**EXERCISE AIM:**
Beginning with the line that holds "fn beside(what: &'static", retype the rest of the listing exactly, last line included.

**INFORMATION GIVEN:**
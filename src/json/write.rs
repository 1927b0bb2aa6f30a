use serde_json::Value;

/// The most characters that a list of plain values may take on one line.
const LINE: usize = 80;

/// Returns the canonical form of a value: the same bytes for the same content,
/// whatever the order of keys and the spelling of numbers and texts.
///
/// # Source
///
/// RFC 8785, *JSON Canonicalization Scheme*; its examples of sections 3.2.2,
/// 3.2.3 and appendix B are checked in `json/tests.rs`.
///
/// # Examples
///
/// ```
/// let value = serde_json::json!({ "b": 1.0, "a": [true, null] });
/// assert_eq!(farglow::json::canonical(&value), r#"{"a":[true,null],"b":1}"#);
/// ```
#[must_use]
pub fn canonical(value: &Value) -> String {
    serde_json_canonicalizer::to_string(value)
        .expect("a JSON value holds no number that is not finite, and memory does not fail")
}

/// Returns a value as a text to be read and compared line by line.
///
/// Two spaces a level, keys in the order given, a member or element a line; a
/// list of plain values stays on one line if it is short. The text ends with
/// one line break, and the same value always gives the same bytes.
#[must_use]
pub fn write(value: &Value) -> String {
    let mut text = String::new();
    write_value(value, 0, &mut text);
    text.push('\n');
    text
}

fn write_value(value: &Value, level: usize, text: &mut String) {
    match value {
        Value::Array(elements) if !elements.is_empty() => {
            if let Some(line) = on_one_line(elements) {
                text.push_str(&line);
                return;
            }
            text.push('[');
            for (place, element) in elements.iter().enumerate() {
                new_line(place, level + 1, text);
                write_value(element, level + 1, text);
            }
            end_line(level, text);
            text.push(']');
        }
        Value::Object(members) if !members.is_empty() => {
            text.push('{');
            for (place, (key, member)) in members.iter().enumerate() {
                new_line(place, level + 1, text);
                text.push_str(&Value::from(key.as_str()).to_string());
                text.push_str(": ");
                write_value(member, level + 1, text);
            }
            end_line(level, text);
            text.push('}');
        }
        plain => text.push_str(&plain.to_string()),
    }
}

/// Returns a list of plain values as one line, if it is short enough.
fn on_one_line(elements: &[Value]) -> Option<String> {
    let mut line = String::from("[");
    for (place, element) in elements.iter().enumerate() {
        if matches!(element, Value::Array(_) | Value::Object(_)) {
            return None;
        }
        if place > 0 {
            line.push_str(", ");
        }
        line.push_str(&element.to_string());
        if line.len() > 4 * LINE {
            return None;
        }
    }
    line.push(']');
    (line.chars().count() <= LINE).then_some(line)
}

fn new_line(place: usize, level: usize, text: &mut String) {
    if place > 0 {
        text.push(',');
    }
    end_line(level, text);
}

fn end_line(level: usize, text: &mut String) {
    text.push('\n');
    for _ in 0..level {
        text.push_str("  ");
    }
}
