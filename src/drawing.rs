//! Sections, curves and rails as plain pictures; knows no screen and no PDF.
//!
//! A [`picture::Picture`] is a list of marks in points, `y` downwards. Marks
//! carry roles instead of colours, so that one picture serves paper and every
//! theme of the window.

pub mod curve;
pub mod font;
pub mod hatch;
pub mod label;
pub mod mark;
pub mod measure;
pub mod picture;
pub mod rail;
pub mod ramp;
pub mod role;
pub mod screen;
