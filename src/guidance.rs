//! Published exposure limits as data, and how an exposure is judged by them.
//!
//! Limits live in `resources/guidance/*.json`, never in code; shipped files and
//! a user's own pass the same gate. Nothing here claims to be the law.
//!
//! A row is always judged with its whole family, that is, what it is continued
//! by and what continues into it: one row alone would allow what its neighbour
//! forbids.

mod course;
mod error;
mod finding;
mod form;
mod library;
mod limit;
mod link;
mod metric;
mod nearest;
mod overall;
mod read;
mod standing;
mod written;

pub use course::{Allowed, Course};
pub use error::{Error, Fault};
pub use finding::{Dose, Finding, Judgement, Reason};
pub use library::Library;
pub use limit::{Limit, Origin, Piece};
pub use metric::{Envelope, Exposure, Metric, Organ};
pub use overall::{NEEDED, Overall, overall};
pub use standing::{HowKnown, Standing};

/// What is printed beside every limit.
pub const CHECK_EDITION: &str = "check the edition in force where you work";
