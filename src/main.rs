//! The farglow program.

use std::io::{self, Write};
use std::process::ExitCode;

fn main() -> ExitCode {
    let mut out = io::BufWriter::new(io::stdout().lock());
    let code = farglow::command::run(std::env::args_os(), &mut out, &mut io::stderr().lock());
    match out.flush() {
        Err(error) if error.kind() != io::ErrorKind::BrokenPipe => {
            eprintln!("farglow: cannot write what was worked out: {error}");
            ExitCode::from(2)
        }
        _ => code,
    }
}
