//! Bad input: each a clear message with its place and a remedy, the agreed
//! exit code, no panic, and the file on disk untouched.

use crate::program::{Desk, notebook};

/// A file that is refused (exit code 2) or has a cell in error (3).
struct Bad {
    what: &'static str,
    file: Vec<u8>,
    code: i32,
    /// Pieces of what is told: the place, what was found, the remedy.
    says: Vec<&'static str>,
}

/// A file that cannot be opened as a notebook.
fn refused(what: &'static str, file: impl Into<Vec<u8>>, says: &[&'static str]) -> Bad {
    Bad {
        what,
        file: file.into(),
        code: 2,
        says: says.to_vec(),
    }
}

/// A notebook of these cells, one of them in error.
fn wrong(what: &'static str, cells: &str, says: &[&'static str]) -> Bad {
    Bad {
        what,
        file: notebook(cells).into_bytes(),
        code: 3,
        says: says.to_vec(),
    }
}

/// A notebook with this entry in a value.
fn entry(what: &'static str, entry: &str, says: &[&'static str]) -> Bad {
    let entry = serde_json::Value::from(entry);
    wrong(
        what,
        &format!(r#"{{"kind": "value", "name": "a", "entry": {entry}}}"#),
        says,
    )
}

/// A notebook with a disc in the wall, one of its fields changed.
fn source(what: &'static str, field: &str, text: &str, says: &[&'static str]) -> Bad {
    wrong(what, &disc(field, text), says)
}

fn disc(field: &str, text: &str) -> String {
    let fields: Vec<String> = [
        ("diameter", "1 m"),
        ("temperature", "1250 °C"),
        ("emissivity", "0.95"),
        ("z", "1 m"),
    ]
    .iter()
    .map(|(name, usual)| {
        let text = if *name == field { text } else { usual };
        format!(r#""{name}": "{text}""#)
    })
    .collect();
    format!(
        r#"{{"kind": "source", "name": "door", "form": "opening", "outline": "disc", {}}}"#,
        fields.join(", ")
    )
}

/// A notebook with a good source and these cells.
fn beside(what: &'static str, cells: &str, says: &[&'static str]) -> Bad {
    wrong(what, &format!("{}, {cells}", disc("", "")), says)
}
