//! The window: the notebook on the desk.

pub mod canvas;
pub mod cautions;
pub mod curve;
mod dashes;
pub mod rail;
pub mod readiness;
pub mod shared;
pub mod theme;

**TASK OUTPUT:**
fn beside(what: &'static str, cells: &str, says: &[&'static str]) -> Bad {
    wrong(what, &format!("{}, {cells}", disc("", "")), says)
}
//! The window: the notebook on the desk.

pub mod canvas;
pub mod cautions;
pub mod curve;
mod dashes;
pub mod rail;
pub mod readiness;
pub mod shared;
pub mod theme;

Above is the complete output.